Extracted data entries

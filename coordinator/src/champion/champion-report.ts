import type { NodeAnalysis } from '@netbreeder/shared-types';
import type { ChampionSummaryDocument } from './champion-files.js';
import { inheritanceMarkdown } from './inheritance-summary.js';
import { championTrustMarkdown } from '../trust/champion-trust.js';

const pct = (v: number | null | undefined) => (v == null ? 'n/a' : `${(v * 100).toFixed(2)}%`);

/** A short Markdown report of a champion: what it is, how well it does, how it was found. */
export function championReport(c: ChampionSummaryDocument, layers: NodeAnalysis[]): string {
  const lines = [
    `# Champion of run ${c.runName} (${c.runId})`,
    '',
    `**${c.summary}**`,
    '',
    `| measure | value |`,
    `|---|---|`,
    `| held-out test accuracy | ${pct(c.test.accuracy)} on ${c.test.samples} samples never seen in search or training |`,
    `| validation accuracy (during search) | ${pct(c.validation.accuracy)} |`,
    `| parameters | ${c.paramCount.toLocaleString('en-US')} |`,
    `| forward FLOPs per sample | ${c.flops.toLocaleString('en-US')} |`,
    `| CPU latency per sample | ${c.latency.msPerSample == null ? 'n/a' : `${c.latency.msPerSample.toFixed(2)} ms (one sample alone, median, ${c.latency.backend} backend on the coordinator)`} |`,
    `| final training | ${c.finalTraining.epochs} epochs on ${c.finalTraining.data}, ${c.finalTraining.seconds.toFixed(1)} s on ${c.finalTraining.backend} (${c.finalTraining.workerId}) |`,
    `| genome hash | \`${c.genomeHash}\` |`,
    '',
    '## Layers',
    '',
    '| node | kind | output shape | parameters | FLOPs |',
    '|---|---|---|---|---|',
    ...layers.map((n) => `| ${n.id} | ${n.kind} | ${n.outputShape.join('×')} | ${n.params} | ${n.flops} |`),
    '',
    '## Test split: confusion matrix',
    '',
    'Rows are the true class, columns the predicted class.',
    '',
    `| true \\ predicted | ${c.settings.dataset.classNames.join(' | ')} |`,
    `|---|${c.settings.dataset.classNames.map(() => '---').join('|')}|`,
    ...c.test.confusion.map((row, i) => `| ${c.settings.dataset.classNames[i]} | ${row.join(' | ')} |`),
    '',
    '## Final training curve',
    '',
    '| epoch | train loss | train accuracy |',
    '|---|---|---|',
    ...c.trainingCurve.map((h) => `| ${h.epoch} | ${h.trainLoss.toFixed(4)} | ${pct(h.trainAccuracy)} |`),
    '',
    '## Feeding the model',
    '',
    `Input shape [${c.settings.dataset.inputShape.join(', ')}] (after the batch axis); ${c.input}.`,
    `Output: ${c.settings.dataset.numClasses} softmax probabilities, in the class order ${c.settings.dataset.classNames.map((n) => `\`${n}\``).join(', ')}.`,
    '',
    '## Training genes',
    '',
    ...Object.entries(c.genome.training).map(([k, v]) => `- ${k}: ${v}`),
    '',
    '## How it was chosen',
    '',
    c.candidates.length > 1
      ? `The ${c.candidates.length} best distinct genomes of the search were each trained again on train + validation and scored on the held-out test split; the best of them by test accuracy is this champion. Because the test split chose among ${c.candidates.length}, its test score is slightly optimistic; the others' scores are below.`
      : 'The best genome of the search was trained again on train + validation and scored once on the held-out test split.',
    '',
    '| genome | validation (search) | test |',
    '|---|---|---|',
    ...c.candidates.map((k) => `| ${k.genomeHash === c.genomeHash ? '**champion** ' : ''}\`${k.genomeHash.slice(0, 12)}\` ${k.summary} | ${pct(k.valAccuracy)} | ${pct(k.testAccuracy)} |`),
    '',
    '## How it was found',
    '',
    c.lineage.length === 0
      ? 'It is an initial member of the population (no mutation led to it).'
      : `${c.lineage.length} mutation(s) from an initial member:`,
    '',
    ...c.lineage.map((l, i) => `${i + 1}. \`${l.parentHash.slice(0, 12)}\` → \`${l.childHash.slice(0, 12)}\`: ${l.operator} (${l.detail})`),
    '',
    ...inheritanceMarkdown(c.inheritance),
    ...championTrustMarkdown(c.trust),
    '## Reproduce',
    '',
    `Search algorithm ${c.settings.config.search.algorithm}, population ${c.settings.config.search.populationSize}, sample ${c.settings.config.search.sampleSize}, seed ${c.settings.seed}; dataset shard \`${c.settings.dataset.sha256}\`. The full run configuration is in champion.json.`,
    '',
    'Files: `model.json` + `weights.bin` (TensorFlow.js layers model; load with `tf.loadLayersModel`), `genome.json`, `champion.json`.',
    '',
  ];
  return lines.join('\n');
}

==

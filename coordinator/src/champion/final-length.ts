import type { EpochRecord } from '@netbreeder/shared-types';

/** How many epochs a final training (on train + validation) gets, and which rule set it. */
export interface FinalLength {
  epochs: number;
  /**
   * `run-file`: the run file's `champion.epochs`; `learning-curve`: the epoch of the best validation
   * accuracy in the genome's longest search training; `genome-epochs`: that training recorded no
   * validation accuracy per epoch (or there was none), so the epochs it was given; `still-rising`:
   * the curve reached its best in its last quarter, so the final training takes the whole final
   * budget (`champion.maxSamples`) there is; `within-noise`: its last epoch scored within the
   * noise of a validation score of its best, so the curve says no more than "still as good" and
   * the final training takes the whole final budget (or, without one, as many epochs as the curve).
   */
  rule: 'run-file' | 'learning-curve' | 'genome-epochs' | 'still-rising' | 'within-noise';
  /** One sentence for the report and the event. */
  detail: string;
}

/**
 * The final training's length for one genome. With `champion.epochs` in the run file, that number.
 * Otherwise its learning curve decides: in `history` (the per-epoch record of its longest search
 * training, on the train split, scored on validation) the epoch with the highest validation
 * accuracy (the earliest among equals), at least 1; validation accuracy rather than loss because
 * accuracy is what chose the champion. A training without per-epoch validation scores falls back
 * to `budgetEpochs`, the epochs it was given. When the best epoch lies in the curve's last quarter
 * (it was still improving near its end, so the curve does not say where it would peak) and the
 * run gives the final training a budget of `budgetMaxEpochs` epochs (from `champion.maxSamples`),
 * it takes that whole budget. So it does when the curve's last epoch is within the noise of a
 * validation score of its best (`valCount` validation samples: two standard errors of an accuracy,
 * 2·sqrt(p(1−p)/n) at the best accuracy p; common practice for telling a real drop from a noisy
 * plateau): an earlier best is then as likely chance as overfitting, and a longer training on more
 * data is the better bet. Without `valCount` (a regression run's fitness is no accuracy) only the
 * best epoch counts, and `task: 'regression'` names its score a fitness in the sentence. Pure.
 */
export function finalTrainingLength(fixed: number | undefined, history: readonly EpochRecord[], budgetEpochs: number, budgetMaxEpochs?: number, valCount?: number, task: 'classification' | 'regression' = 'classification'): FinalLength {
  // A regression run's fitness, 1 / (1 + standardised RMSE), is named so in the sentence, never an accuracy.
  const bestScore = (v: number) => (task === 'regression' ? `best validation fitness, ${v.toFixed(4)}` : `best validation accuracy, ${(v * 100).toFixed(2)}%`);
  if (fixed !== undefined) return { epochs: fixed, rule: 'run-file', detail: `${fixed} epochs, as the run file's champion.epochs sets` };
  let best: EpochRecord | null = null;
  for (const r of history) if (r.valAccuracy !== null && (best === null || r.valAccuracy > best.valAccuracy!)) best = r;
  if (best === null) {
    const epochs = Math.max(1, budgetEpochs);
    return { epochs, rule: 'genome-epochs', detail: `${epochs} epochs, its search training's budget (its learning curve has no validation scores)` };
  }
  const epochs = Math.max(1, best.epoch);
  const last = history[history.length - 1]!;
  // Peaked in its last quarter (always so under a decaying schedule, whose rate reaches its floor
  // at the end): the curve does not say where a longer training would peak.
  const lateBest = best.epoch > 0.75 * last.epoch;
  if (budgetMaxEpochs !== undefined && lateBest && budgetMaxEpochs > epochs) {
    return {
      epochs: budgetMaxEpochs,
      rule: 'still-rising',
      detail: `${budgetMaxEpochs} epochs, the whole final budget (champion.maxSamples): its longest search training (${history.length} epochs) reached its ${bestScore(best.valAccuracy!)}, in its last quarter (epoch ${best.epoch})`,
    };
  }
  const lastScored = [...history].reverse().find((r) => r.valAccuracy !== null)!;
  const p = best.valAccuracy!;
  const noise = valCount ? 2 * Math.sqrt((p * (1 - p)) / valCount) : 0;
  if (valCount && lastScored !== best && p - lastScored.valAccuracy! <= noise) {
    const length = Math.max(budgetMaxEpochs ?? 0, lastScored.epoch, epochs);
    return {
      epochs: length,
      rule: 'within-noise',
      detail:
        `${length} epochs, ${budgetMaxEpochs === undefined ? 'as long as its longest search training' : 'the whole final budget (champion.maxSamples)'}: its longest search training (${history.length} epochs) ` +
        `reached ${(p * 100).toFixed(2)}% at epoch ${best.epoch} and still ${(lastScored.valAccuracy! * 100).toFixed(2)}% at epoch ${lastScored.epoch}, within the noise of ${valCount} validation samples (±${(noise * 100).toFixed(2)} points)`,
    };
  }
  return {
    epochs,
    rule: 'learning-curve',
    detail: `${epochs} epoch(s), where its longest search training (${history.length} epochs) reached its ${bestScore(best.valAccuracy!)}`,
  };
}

■ WHAT TO DO
Write only the number of lines in the data above that include "budgetEpochs".

■ SOLUTION
3